[PROVIDED MATERIAL]

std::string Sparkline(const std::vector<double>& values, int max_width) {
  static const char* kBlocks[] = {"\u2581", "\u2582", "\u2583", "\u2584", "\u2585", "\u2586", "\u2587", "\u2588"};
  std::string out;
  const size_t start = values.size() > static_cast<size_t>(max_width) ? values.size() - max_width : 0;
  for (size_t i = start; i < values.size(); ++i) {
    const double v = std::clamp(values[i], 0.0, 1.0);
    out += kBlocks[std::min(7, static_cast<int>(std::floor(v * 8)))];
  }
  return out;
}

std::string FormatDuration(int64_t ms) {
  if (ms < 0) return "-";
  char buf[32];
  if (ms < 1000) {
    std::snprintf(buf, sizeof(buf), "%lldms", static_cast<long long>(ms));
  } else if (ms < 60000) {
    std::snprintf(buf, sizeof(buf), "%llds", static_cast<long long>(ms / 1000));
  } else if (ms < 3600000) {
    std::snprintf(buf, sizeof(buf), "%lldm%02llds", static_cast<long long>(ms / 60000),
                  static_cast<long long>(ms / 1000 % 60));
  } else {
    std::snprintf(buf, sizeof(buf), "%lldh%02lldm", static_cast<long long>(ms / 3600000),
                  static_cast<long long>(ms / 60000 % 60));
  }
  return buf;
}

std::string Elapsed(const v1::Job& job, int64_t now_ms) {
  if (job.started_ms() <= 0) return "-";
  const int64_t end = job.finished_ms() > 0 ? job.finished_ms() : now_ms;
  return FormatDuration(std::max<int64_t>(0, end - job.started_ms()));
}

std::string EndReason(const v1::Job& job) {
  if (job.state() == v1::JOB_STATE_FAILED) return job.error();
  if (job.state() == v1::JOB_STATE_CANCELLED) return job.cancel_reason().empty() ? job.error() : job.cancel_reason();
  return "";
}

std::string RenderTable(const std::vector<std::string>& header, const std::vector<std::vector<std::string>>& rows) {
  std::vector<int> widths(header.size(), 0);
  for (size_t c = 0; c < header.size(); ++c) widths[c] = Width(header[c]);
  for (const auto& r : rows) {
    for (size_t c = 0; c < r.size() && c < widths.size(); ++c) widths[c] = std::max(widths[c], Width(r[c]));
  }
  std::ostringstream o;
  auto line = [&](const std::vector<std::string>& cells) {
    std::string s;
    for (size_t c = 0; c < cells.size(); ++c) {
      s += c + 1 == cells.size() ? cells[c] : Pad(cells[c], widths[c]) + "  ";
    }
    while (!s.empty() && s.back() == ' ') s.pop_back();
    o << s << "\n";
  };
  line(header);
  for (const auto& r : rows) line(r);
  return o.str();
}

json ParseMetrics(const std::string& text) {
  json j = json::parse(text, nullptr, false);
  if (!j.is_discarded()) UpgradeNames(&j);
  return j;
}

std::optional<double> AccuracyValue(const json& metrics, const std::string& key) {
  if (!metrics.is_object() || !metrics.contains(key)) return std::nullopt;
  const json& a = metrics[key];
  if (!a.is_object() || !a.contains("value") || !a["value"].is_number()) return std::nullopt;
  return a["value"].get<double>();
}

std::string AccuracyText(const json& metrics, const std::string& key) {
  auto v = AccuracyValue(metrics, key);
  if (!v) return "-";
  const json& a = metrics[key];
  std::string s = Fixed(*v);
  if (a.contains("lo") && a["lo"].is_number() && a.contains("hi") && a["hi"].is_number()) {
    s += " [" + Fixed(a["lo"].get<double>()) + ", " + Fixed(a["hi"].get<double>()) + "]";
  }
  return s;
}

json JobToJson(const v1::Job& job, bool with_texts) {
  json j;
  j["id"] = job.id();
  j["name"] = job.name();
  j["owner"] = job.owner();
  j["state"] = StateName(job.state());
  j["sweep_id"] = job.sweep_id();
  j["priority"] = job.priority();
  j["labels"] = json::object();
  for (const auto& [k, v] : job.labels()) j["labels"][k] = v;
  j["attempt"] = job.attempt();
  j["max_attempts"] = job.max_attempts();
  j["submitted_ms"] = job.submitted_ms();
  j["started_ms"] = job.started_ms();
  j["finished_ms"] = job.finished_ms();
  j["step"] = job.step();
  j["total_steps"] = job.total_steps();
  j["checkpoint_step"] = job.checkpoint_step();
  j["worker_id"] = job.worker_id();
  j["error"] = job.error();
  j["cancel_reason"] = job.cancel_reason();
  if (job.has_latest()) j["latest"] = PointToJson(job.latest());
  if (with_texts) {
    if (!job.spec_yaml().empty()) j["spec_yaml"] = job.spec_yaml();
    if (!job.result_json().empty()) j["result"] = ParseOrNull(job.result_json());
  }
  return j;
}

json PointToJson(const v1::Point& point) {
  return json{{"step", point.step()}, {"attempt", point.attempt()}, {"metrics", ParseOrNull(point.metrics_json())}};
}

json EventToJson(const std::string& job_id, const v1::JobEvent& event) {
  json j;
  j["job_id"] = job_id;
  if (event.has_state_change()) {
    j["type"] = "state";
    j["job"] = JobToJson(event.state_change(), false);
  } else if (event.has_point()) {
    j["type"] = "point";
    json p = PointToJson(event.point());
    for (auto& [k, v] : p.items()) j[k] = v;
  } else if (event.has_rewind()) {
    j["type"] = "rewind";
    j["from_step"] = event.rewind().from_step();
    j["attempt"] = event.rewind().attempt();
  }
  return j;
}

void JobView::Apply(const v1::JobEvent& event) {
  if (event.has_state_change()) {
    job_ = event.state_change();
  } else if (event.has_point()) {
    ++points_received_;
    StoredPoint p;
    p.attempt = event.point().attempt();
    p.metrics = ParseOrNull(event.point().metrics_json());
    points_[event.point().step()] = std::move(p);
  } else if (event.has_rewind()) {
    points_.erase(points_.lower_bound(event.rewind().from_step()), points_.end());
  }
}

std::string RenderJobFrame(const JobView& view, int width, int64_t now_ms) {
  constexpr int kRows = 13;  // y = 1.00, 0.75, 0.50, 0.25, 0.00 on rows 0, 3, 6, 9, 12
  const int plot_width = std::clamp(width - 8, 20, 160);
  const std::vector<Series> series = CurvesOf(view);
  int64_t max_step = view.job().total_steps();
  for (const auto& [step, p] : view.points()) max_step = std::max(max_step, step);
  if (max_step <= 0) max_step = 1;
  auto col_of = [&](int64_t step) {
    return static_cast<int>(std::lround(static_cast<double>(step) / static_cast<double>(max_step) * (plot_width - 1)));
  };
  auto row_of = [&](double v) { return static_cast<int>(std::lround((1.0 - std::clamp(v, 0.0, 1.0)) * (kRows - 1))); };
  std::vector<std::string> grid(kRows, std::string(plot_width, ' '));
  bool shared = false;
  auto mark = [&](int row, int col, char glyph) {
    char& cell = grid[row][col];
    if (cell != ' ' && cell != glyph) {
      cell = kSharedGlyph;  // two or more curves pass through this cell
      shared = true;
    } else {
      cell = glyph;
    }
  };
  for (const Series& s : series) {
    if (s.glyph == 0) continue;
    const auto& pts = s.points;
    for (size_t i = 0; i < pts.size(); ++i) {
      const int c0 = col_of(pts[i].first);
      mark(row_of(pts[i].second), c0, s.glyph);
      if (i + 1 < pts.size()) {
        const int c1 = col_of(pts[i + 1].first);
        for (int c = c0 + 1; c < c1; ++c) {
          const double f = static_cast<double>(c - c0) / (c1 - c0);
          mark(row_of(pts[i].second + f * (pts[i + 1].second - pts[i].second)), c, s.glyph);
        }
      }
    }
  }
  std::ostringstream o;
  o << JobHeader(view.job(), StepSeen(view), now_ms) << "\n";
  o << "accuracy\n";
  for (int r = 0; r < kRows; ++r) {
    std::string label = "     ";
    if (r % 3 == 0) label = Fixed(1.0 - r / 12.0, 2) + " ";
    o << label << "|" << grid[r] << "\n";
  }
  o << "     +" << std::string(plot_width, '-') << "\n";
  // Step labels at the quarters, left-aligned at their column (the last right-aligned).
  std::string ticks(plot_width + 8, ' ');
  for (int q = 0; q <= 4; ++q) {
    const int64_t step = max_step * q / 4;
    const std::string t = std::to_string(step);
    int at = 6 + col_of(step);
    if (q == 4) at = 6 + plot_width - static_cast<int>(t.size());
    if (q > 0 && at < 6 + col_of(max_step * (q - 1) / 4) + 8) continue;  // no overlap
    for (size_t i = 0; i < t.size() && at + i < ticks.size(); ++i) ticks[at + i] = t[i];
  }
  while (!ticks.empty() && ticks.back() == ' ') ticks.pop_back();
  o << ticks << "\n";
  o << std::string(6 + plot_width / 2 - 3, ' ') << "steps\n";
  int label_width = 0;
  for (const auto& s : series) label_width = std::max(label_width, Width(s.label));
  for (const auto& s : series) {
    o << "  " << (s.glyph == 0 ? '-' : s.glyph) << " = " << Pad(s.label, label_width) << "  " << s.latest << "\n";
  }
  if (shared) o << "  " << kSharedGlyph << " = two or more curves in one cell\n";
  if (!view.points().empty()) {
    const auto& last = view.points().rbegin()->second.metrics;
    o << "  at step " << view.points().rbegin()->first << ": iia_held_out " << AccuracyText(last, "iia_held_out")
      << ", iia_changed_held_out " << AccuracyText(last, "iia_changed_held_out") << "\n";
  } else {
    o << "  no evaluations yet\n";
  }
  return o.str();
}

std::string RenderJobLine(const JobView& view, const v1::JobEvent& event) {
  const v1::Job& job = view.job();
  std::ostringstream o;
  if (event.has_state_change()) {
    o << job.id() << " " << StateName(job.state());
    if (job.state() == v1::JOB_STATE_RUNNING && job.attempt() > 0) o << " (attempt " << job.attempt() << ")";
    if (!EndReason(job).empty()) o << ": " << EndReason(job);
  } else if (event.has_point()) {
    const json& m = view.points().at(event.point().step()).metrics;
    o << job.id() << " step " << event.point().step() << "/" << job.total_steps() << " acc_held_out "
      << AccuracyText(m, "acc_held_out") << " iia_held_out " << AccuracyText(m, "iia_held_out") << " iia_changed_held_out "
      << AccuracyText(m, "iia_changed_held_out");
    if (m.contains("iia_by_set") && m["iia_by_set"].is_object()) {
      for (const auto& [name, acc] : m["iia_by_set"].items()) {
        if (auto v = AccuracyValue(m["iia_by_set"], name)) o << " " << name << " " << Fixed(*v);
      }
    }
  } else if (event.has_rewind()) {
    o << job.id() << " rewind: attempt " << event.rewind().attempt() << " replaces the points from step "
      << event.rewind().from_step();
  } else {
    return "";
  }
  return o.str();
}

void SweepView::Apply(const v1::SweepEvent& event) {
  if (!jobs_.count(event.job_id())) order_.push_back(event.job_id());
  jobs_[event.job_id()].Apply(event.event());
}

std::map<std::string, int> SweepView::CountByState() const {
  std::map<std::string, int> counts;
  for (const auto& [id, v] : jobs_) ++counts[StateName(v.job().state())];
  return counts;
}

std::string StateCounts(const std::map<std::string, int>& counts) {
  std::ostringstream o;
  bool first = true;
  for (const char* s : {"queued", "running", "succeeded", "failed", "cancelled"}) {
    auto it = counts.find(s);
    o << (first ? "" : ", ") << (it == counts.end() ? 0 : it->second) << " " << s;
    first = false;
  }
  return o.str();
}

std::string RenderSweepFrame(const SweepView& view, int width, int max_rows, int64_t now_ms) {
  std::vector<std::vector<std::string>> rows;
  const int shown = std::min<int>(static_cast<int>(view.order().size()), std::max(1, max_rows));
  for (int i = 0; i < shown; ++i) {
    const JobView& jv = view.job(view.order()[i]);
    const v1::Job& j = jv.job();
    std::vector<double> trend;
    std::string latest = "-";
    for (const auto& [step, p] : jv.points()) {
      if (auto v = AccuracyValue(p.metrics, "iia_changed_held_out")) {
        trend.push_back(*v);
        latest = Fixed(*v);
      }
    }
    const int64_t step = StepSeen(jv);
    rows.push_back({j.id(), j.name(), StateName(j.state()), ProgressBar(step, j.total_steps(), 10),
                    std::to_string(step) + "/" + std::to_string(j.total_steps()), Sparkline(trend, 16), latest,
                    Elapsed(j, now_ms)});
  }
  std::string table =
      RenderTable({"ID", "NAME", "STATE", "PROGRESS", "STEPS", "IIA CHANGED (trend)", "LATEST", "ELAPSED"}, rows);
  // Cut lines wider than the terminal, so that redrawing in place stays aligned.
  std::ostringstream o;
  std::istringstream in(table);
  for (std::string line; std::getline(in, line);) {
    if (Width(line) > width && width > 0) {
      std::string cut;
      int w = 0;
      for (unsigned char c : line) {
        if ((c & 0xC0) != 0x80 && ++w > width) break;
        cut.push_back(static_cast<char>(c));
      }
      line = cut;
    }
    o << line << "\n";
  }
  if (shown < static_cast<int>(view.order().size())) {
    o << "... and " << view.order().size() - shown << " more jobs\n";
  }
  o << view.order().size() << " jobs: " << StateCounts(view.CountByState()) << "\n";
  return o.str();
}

[/PROVIDED MATERIAL]

REQUIREMENT: Start with the line above that contains "if (!v) return" and stop after the line that contains "p.metrics = ParseOrNull(event.point().metrics_json());". Output those lines exactly, and only those.

OUTPUT OF THE EXERCISE:
  if (!v) return "-";
  const json& a = metrics[key];
  std::string s = Fixed(*v);
  if (a.contains("lo") && a["lo"].is_number() && a.contains("hi") && a["hi"].is_number()) {
    s += " [" + Fixed(a["lo"].get<double>()) + ", " + Fixed(a["hi"].get<double>()) + "]";
  }
  return s;
}

json JobToJson(const v1::Job& job, bool with_texts) {
  json j;
  j["id"] = job.id();
  j["name"] = job.name();
  j["owner"] = job.owner();
  j["state"] = StateName(job.state());
  j["sweep_id"] = job.sweep_id();
  j["priority"] = job.priority();
  j["labels"] = json::object();
  for (const auto& [k, v] : job.labels()) j["labels"][k] = v;
  j["attempt"] = job.attempt();
  j["max_attempts"] = job.max_attempts();
  j["submitted_ms"] = job.submitted_ms();
  j["started_ms"] = job.started_ms();
  j["finished_ms"] = job.finished_ms();
  j["step"] = job.step();
  j["total_steps"] = job.total_steps();
  j["checkpoint_step"] = job.checkpoint_step();
  j["worker_id"] = job.worker_id();
  j["error"] = job.error();
  j["cancel_reason"] = job.cancel_reason();
  if (job.has_latest()) j["latest"] = PointToJson(job.latest());
  if (with_texts) {
    if (!job.spec_yaml().empty()) j["spec_yaml"] = job.spec_yaml();
    if (!job.result_json().empty()) j["result"] = ParseOrNull(job.result_json());
  }
  return j;
}

json PointToJson(const v1::Point& point) {
  return json{{"step", point.step()}, {"attempt", point.attempt()}, {"metrics", ParseOrNull(point.metrics_json())}};
}

json EventToJson(const std::string& job_id, const v1::JobEvent& event) {
  json j;
  j["job_id"] = job_id;
  if (event.has_state_change()) {
    j["type"] = "state";
    j["job"] = JobToJson(event.state_change(), false);
  } else if (event.has_point()) {
    j["type"] = "point";
    json p = PointToJson(event.point());
    for (auto& [k, v] : p.items()) j[k] = v;
  } else if (event.has_rewind()) {
    j["type"] = "rewind";
    j["from_step"] = event.rewind().from_step();
    j["attempt"] = event.rewind().attempt();
  }
  return j;
}

void JobView::Apply(const v1::JobEvent& event) {
  if (event.has_state_change()) {
    job_ = event.state_change();
  } else if (event.has_point()) {
    ++points_received_;
    StoredPoint p;
    p.attempt = event.point().attempt();
    p.metrics = ParseOrNull(event.point().metrics_json());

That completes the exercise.